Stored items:
# # # # #

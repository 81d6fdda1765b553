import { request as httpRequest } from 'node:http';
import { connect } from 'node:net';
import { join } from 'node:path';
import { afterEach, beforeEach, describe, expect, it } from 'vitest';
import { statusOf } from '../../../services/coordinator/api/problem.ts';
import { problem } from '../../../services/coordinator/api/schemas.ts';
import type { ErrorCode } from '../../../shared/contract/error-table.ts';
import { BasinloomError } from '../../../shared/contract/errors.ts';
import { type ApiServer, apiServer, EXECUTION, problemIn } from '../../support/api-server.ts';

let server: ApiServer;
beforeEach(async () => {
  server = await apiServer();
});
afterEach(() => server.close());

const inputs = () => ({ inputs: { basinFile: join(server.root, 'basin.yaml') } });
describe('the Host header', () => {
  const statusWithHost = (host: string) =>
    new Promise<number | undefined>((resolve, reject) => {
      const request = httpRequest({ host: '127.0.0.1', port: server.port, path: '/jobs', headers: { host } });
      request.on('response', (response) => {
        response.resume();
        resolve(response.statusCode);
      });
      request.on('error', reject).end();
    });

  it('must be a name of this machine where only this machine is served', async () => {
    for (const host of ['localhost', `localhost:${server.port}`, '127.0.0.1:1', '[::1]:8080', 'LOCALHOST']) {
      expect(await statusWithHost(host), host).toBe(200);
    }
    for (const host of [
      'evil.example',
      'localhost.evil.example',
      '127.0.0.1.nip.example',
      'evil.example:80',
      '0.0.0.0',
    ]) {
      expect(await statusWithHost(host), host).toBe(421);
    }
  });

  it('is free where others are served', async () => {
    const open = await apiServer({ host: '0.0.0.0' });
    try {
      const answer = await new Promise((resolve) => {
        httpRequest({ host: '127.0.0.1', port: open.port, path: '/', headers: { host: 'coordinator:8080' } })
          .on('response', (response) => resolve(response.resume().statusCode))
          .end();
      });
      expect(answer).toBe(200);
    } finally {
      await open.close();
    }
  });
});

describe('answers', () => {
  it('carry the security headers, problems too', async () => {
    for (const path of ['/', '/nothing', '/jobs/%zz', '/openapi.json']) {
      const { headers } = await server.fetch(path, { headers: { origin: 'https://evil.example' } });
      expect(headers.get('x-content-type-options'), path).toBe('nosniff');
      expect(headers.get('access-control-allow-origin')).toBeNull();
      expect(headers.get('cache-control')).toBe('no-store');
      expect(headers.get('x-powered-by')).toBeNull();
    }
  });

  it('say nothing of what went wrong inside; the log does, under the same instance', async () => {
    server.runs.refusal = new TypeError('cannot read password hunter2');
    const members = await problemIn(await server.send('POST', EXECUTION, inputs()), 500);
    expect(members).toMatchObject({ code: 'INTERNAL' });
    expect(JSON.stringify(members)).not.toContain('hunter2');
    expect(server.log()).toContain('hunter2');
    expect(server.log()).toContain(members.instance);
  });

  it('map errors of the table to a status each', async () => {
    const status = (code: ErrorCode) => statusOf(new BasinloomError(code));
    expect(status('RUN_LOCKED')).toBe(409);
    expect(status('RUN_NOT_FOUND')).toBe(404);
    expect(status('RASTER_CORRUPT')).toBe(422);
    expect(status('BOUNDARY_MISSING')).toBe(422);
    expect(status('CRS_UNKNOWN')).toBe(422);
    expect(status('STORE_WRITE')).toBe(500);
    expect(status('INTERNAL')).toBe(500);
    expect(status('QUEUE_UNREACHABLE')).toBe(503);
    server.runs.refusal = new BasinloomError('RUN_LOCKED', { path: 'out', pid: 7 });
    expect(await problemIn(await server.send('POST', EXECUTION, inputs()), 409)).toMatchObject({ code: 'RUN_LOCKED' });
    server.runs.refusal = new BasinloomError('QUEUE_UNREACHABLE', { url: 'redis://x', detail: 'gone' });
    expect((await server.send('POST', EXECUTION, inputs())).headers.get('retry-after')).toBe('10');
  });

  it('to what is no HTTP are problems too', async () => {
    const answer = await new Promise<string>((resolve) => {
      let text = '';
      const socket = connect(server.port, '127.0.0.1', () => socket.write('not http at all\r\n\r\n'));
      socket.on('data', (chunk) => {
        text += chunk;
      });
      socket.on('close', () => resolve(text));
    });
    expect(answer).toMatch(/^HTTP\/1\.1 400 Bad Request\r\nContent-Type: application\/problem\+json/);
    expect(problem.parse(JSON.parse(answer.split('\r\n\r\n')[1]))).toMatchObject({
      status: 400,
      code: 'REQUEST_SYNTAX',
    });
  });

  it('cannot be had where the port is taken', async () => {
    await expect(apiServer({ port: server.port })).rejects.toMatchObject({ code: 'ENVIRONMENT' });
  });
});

# # # # #

Show each line of the records above containing "contract".

• [Exercise output]:
import type { ErrorCode } from '../../../shared/contract/error-table.ts';
import { BasinloomError } from '../../../shared/contract/errors.ts';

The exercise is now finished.